YOUR OBJECTIVE —
Please restate, exactly as written, the lines running from the beginning of the material through the line that has "from learnfilter.runtime.part import Part" in it.

RECORDS FOR THE TASK —
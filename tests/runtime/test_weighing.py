"""Bayes' rule for the cells that can matter, against the rule written out."""

from dataclasses import replace
from types import SimpleNamespace

import numpy as np
import pytest

from learnfilter.core.errors import ImpossibleEvidence
from learnfilter.core.grid import PoseGrid
from learnfilter.core.strip import RingLayout
from learnfilter.export.check import total_variation
from learnfilter.filtering.rollout import weighed_steps
from learnfilter.runtime import load_bundle
from learnfilter.runtime.bundle import Weighing
from learnfilter.runtime.contract import RobotModel
from learnfilter.runtime.motion import predict
from learnfilter.runtime.part import Part
from learnfilter.runtime.weighing import Scale
from tests.oracles_weighing import bayes
from tests.shipping import rehearsed

GRID = PoseGrid(4, 6, 7, 0.25, 0.0, 0.0)
LIVE = np.ones(GRID.shape[1:], bool)
LIVE[3, 1:4] = LIVE[0, 0] = False
CELLS = np.argwhere(LIVE)
RULE = Weighing(0.4, 0.4, 1e-3, skip_below=1e-2, skip_ratio=100.0)
SETTLED = {(1, 2): 0.6, (1, 3): 0.3, (2, 2): 0.1}
NOTHING = np.zeros(0, np.float32)


class Said(RobotModel):
    """A model that says given nats [h n] and remembers how many cells it was asked about."""

    def __init__(self, nats: np.ndarray):
        self.layout, self.nats = RingLayout(4, 1, 0.0, 0, (0,)), nats.astype(np.float32)
        self.asked: list[int] = []

    def read(self, site, small=False):
        return None

    def scores(self, depth_m, rgb, features, cells):
        said = self.nats[:, cells]
        self.asked.append(said.shape[1])
        return said


def scale_of(model: RobotModel, weighing: Weighing = RULE) -> Scale:
    """The hand-made lattice, weighed by a model."""
    site = SimpleNamespace(grid=GRID, cells=CELLS)
    bundle = SimpleNamespace(site=site, model=model, weighing=weighing, manifest={"precision": "fp32"})
    return Scale.of(bundle)


def whole(part: Part, grid: PoseGrid = GRID) -> np.ndarray:
    """[h r c] the belief that a window stands for."""
    belief = np.zeros(grid.shape)
    belief[(slice(None), *part.window)] = part.planes
    return belief


def prior_of(where: dict[tuple[int, int], float]) -> np.ndarray:
    """[h r c] mass of some cells, under every heading alike; of none: the same everywhere."""
    prior = np.zeros(GRID.shape, np.float32)
    for cell, mass in where.items():
        prior[(slice(None), *cell)] = mass / GRID.headings
    return prior if where else np.broadcast_to(LIVE / np.float32(len(CELLS) * 4), GRID.shape)


def nats_for(cell: tuple[int, int]) -> np.ndarray:
    """[h r c] of a strip that speaks for one cell."""
    nats = np.random.default_rng(1).normal(-9.0, 1.0, GRID.shape)
    nats[(slice(None), *cell)] += 12.0
    return nats


@pytest.mark.parametrize(
    ("where", "speaks_for", "skips"),
    [(SETTLED, (1, 2), True), (SETTLED, (4, 5), False), ({}, (1, 2), False)],
    ids=["settled and right", "settled and wrong", "anywhere"],
)
def test_a_strip_is_weighed_by_the_rule(where, speaks_for, skips):
    """Belief, evidence, and whether the others are left out: as the rule says."""
    nats, prior = nats_for(speaks_for), prior_of(where)
    expected, log_expected, skipped = bayes(prior.astype(float), nats, LIVE, RULE)
    assert skipped == skips
    part, log_evidence = scale_of(Said(nats[:, LIVE])).weigh(Part(prior, 0, 0), NOTHING, NOTHING)
    # float32: a few roundings of each number
    np.testing.assert_allclose(whole(part), expected, rtol=1e-5, atol=1e-9)
    assert log_evidence == pytest.approx(log_expected, abs=1e-5)


BESIDE = 12  # rows 0 to 2 of columns 1 to 4; of row 3 the cells beneath are not live


@pytest.mark.parametrize(("speaks_for", "expected"), [((1, 2), [BESIDE]), ((4, 5), [BESIDE, len(CELLS)])])
def test_only_the_cells_that_can_matter_are_asked(speaks_for, expected):
    """The three that are believed in and those beside; then all, where the strip does not speak for those."""
    model = Said(nats_for(speaks_for)[:, LIVE])
    scale_of(model).weigh(Part(prior_of(SETTLED), 0, 0), NOTHING, NOTHING)
    assert model.asked == expected


@pytest.mark.parametrize("speaks_for", [(1, 2), (4, 5)])
def test_a_window_is_weighed_like_the_whole(speaks_for):
    """Wherever its corner lies: what is outside is not believed in."""
    scale, prior = scale_of(Said(nats_for(speaks_for)[:, LIVE])), Part(prior_of(SETTLED), 0, 0)
    window = Part(prior.planes[:, 1:4, 1:6], 1, 1)
    found, expected = (scale.weigh(part, NOTHING, NOTHING)[0] for part in (window, prior))
    np.testing.assert_array_equal(whole(found), whole(expected))


def test_a_share_of_ones_own_is_spread_and_leaves_no_cell_out():
    """As where the search begins anew."""
    nats, prior = nats_for((1, 2)), prior_of(SETTLED)
    expected, *_ = bayes(prior.astype(float), nats, LIVE, replace(RULE, floor=0.99, skip_below=0.0))
    part, _ = scale_of(Said(nats[:, LIVE])).weigh(Part(prior, 0, 0), NOTHING, NOTHING, 0.99)
    np.testing.assert_allclose(whole(part), expected, rtol=1e-5)  # float32


@pytest.mark.parametrize("value", [np.inf, np.nan])
def test_numbers_that_overflow_are_named(value):
    """A belief of NaN is never returned."""
    nats = nats_for((1, 2))
    nats[0, 1, 2] = value
    with pytest.raises(ImpossibleEvidence, match="numbers overflow"), np.errstate(invalid="ignore"):
        scale_of(Said(nats[:, LIVE])).weigh(Part(prior_of({}), 0, 0), NOTHING, NOTHING)


def test_every_live_pose_is_alike_at_first():
    """One over the number of poses, nothing elsewhere."""
    expected = np.broadcast_to(LIVE / (len(CELLS) * 4), GRID.shape)
    np.testing.assert_allclose(whole(scale_of(Said(nats_for((1, 2)))).nowhere()), expected, rtol=1e-6)


@pytest.mark.parametrize("kind", ["beam+colour", "matcher"])
def test_skipping_changes_next_to_nothing(shipped, kind):
    """Along a drive, from the same belief before each strip: 1e-3 of total variation is what is promised."""
    bundle, (site, drive) = load_bundle(shipped(kind)), rehearsed()
    scale, settings = Scale.of(bundle), bundle.weighing
    plain = replace(scale, bundle=replace(bundle, weighing=replace(settings, skip_below=0.0)))
    cut = weighed_steps(drive, site.layout, settings.after_m, settings.after_rad)
    part, apart, cells = scale.nowhere(), [], []
    for depth, rgb, moved in zip(cut.strips.depth_m, cut.strips.rgb, cut.odometry, strict=True):
        if cells:
            part = predict(part, moved.numpy(), site.grid, scale.live, bundle.noise)
        every, _ = plain.weigh(part, depth.numpy(), rgb.numpy())
        part, _ = scale.weigh(part, depth.numpy(), rgb.numpy())
        apart.append(total_variation(whole(part, site.grid), whole(every, site.grid)))
        cells.append(np.count_nonzero(part.planes.any(axis=0)))
    assert max(apart) <= 1e-3
    assert np.median(cells) < site.n_cells / 4  # so most was skipped
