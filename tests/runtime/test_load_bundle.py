"""What happens to a bundle on its way: each fault is found, and its file and place are named."""

import shutil
from pathlib import Path

import numpy as np
import pytest
from safetensors.numpy import load_file

from learnfilter.core.errors import BundleError
from learnfilter.runtime import load_bundle
from learnfilter.runtime.bundle import MANIFEST, SITE, VECTORS, WEIGHTS
from tests.shipping import edit, rewrite

FILES = (MANIFEST, WEIGHTS, SITE, VECTORS, "observe.onnx", "step.onnx")


def fault(folder: Path) -> str:
    with pytest.raises(BundleError) as caught:
        load_bundle(folder)
    return str(caught.value)


def test_a_whole_bundle_says_what_was_shipped(bundle):
    """The untouched copy loads, so the tests below fail for their own reason."""
    loaded = load_bundle(bundle)
    assert loaded.strip.columns == 16 and loaded.weighing.floor == 1e-4


@pytest.mark.parametrize("name", FILES)
def test_a_missing_file_is_named(bundle, name):
    """A copy that stopped early."""
    (bundle / name).unlink()
    assert name in fault(bundle)


@pytest.mark.parametrize("name", FILES)
@pytest.mark.parametrize("share", [0.0, 0.5, 0.999])
def test_a_truncated_file_is_named(bundle, name, share):
    """Cut anywhere."""
    content = (bundle / name).read_bytes()
    (bundle / name).write_bytes(content[: int(share * len(content))])
    assert name in fault(bundle)


@pytest.mark.parametrize("name", FILES)
@pytest.mark.parametrize("share", [0.1, 0.5, 0.9])
def test_a_flipped_bit_is_named(bundle, name, share):
    """The lowest bit of one byte anywhere, of a digit in the manifest too."""
    content = bytearray((bundle / name).read_bytes())
    at = int(share * len(content))
    if name == MANIFEST:
        at = next(i for i in range(at, len(content)) if chr(content[i]).isdigit())
    content[at] ^= 1
    (bundle / name).write_bytes(content)
    assert name in fault(bundle)


def test_a_newer_schema_is_refused_by_name(bundle):
    """Before anything else is read, since all else may mean something new."""
    edit(bundle, lambda manifest: manifest.update(schema=4, unheard_of=True))
    assert "manifest.json, schema: the bundle is newer than this reader" in fault(bundle)
    assert "expected at most 3, got 4" in fault(bundle)


def test_an_older_schema_is_to_be_exported_again(bundle):
    """Its numbers are gone from this reader, but the weights are still where they were trained."""
    edit(bundle, lambda manifest: manifest.update(schema=2))
    assert "manifest.json, schema: made by an earlier version: export it again" in fault(bundle)


@pytest.mark.parametrize("text", ["", "{", "[]", "null", '{"schema": NaN}', '{"schema": "1"}'])
def test_a_manifest_that_is_none_is_named(bundle, text):
    """Not JSON, not an object, or without a version."""
    (bundle / MANIFEST).write_text(text)
    assert MANIFEST in fault(bundle)


@pytest.mark.parametrize(
    ("name", "array"),
    [(WEIGHTS, "measured"), (WEIGHTS, "ring_mid.weight"), (SITE, "range_code"), (SITE, "unsure")],
)
def test_a_wrong_shape_is_named(bundle, name, array):
    """One row short, with digests that agree."""
    rewrite(bundle, name, lambda arrays: arrays.update({array: arrays[array][:-1].copy()}))
    assert f"{name}, {array}: wrong shape" in fault(bundle)


@pytest.mark.parametrize(("name", "array"), [(WEIGHTS, "root"), (SITE, "finish")])
def test_a_missing_array_is_named(bundle, name, array):
    """The writer forgot one."""
    rewrite(bundle, name, lambda arrays: arrays.pop(array))
    assert f"{name}, {array}: an array is missing" in fault(bundle)


@pytest.mark.parametrize("name", [WEIGHTS, SITE])
def test_an_array_nobody_asked_for_is_named(bundle, name):
    """Weights of another model than the manifest says."""
    rewrite(bundle, name, lambda arrays: arrays.update(stranger=np.zeros(3, np.float32)))
    assert f"{name}, stranger: unknown array" in fault(bundle)


@pytest.mark.parametrize(
    ("name", "array", "value"),
    [
        (WEIGHTS, "ring_in.bias", np.nan),
        (WEIGHTS, "expected", np.inf),
        (SITE, "finish", 99),
        (SITE, "cells", 30_000),
        (SITE, "cells", -1),
        (SITE, "palette", -0.5),
        (SITE, "palette", np.inf),
    ],
)
def test_a_value_that_cannot_be_is_named(bundle, name, array, value):
    """A training that diverged, an index that points nowhere."""
    rewrite(bundle, name, lambda arrays: arrays[array].reshape(-1).__setitem__(0, value))
    assert f"{name}, {array}" in fault(bundle)


@pytest.mark.parametrize("order", [[1, 0], [0, 0]], ids=["swapped", "twice"])
def test_cells_out_of_order_are_named(bundle, order):
    """Belief is taken out of planes row by row, so cells must come in that order."""
    rewrite(bundle, SITE, lambda arrays: arrays["cells"].__setitem__(slice(2), arrays["cells"][order]))
    assert f"{SITE}, cells: out of range; expected cells of the grid, row by row, none twice" in fault(bundle)


@pytest.mark.parametrize(
    ("array", "kind", "message"),
    [
        ("cells", np.float32, "wrong kind of number"),
        ("range_code", np.int32, "out of range; expected uint8 or uint16"),
        ("unsure", np.int8, "out of range; expected uint8"),
        ("finish", np.int32, "out of range; expected uint8 or int16"),
    ],
)
def test_a_wrong_kind_of_number_is_named(bundle, array, kind, message):
    """Codes mean something in their own type alone."""
    rewrite(bundle, SITE, lambda arrays: arrays.update({array: arrays[array].astype(kind)}))
    assert f"{SITE}, {array}: {message}" in fault(bundle)


@pytest.fixture
def small(shipped, tmp_path) -> Path:
    """A copy of an int8 bundle."""
    return Path(shutil.copytree(shipped("matcher", "int8"), tmp_path / "small"))


@pytest.mark.parametrize("precision", ["fp16", "int8"])
def test_small_weights_are_widened(shipped, precision):
    """Models compute in float32 whatever is stored."""
    model = load_bundle(shipped("matcher", precision)).model
    assert model.root.dtype == model.measured.dtype == np.float32


def test_bytes_are_multiplied_by_their_scales(small):
    """Of a table by column, of a layer by output."""
    stored, model = load_file(small / WEIGHTS), load_bundle(small).model
    expected = np.array(
        [[code * scale for code, scale in zip(row, stored["measured.scale"][0], strict=True)]
         for row in stored["measured"].astype(np.float32)]
    )  # fmt: skip
    np.testing.assert_array_equal(model.measured, expected.astype(np.float32))
    assert stored["ring_in.weight"].dtype == np.int8 and stored["ring_in.weight.scale"].shape == (16, 1, 1)


@pytest.mark.parametrize(
    ("change", "message"),
    [
        (lambda a: a.pop("measured.scale"), "measured.scale: an array is missing"),
        (lambda a: a.update({"measured.scale": np.ones(3, np.float32)}), "measured.scale: wrong shape"),
        (lambda a: a.update({"measured.scale": np.ones((1, 3), np.float32)}), "measured.scale: wrong shape"),
        (lambda a: a["measured.scale"].__setitem__((0, 0), np.nan), "measured.scale: not finite"),
        (lambda a: a.update({"range_bias.scale": np.ones(1, np.float32)}), "range_bias.scale: unknown array"),
    ],
)
def test_a_scale_that_does_not_fit_is_named(small, change, message):
    """One that is missing, of another shape, not a number, or beside floats."""
    rewrite(small, WEIGHTS, change)
    assert f"{WEIGHTS}, {message}" in fault(small)


@pytest.mark.parametrize(
    ("place", "change"),
    [
        ("layout.bearings", lambda m: m["layout"].update(bearings=48)),
        ("layout.source", lambda m: m["strip"].update(bearings_rad=[0.0])),
        ("layout.source", lambda m: m["layout"].update(source=[0] * 65)),
        ("weighing.floor", lambda m: m["weighing"].update(floor=0)),
        (f"files.{SITE}", lambda m: m["files"].pop(SITE)),
        ("files./etc/passwd", lambda m: m["files"].update({"/etc/passwd": {"bytes": 0, "sha256": ""}})),
        ("model", lambda m: m["model"].clear()),
        ("precision", lambda m: m.update(precision="int4")),
        ("watch.locked", lambda m: m["watch"]["locked"].update(nats=[1.0, 0.0], share=[0.1, 0.9])),
        ("watch.searching", lambda m: m["watch"]["searching"].update(nats=[1.0, 2.0], share=[0.9, 0.1])),
        ("watch.searching", lambda m: m["watch"]["searching"]["nats"].pop()),
    ],
)
def test_a_manifest_that_contradicts_itself_is_named(bundle, place, change):
    """Well-formed members that do not fit each other."""
    edit(bundle, change)
    assert f"{MANIFEST}, {place}: " in fault(bundle)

TASK OUTPUT —
filename tests/runtime/test_weighing.py
"""Bayes' rule for the cells that can matter, against the rule written out."""

from dataclasses import replace
from types import SimpleNamespace

import numpy as np
import pytest

from learnfilter.core.errors import ImpossibleEvidence
from learnfilter.core.grid import PoseGrid
from learnfilter.core.strip import RingLayout
from learnfilter.export.check import total_variation
from learnfilter.filtering.rollout import weighed_steps
from learnfilter.runtime import load_bundle
from learnfilter.runtime.bundle import Weighing
from learnfilter.runtime.contract import RobotModel
from learnfilter.runtime.motion import predict
from learnfilter.runtime.part import Part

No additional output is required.